**Data entries:**
[Start of section]

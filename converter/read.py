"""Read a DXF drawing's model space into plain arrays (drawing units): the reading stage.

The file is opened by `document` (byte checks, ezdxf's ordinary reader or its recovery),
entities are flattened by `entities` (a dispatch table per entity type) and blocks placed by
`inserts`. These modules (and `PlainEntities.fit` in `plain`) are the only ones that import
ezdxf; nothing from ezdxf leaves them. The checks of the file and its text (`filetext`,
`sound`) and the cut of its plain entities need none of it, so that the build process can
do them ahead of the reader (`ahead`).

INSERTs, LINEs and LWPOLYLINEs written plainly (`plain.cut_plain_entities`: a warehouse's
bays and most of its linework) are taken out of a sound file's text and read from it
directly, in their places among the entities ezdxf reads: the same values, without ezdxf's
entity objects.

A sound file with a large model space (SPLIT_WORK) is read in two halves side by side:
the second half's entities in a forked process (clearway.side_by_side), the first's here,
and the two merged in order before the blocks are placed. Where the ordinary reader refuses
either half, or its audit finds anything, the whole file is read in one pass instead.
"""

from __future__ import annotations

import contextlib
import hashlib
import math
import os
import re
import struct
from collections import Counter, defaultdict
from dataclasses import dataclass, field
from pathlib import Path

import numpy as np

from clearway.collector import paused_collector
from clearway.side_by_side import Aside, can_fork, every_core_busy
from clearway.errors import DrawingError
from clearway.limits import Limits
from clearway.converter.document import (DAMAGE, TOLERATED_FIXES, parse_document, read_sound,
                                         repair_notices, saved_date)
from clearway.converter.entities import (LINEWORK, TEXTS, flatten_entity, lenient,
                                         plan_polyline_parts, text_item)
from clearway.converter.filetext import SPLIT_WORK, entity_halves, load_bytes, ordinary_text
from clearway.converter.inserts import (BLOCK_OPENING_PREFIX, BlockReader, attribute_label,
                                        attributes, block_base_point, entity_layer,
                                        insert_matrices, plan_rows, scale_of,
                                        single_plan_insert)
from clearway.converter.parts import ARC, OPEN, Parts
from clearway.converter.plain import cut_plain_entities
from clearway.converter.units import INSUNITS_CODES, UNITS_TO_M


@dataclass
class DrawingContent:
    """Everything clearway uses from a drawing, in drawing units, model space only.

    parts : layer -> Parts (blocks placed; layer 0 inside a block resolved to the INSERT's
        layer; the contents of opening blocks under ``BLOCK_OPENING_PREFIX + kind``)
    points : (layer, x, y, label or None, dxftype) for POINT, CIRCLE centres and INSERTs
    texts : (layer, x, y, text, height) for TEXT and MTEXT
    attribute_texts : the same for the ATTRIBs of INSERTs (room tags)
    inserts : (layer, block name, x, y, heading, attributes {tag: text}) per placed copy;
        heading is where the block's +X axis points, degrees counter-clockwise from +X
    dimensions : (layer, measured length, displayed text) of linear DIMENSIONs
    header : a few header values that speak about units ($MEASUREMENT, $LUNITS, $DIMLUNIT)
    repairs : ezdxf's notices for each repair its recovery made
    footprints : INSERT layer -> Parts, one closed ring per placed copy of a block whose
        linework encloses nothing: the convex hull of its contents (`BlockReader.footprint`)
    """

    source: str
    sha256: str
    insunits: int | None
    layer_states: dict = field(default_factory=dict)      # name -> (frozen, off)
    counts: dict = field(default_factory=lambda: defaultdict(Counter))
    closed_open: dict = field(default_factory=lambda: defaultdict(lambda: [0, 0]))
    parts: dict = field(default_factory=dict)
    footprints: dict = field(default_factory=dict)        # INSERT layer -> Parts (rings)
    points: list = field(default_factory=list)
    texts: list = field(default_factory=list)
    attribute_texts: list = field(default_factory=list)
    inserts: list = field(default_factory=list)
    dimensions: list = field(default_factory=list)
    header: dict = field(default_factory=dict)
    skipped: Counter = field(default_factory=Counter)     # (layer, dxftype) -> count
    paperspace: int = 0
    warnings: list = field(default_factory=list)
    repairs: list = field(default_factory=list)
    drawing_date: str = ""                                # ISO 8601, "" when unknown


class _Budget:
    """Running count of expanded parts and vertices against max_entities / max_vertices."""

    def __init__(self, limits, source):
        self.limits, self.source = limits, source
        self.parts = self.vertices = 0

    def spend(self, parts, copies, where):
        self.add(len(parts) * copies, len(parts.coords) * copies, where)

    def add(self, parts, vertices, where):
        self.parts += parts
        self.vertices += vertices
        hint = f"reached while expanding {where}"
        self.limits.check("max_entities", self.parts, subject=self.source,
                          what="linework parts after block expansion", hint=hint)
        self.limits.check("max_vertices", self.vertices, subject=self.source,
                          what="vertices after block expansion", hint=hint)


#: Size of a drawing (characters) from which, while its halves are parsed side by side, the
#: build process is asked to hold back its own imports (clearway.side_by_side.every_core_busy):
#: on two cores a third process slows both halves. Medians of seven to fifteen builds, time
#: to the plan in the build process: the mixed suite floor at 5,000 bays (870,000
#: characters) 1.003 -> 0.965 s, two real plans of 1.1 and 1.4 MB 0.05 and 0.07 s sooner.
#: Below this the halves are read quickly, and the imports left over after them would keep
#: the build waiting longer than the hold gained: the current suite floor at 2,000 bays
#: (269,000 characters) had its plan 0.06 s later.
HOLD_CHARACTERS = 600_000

[End of section]
[Start of section]

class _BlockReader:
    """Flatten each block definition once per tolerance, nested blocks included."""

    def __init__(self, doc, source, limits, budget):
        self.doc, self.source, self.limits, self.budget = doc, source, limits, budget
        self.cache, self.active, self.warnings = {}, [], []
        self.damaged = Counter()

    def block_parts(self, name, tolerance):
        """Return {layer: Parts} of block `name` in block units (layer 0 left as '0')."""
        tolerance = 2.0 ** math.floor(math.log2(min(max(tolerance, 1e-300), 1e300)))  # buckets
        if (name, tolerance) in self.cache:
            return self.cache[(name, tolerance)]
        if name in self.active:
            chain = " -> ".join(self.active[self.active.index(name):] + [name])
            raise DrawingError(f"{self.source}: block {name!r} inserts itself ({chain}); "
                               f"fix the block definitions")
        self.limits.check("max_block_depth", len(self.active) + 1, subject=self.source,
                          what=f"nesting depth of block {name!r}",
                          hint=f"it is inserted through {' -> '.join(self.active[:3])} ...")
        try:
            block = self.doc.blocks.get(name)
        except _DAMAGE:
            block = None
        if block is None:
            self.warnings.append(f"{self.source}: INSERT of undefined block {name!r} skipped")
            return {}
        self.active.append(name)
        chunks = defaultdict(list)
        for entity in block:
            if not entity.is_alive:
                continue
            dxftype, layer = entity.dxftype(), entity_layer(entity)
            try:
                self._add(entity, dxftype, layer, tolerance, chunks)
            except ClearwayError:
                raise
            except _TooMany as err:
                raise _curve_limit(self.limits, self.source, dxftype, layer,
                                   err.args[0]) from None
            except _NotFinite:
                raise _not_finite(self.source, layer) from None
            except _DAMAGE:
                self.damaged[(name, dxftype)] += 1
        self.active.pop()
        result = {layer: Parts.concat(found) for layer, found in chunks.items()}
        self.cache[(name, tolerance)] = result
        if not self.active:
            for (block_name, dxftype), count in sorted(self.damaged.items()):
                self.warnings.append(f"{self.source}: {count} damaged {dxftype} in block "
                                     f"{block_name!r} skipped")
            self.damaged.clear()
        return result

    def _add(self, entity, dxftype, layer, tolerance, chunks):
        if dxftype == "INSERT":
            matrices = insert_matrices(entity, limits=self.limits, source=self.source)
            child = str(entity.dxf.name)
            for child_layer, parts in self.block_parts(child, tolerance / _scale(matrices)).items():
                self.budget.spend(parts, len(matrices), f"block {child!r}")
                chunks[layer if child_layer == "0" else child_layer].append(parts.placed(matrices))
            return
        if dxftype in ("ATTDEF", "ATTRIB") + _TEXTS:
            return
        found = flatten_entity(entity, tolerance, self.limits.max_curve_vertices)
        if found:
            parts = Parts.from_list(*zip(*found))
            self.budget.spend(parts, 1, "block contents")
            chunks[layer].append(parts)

[End of section]

**What is being asked:**
Considering the records line by line, how many lines hold the string "filetext"? Say only the number.

**Answer for the task:**
2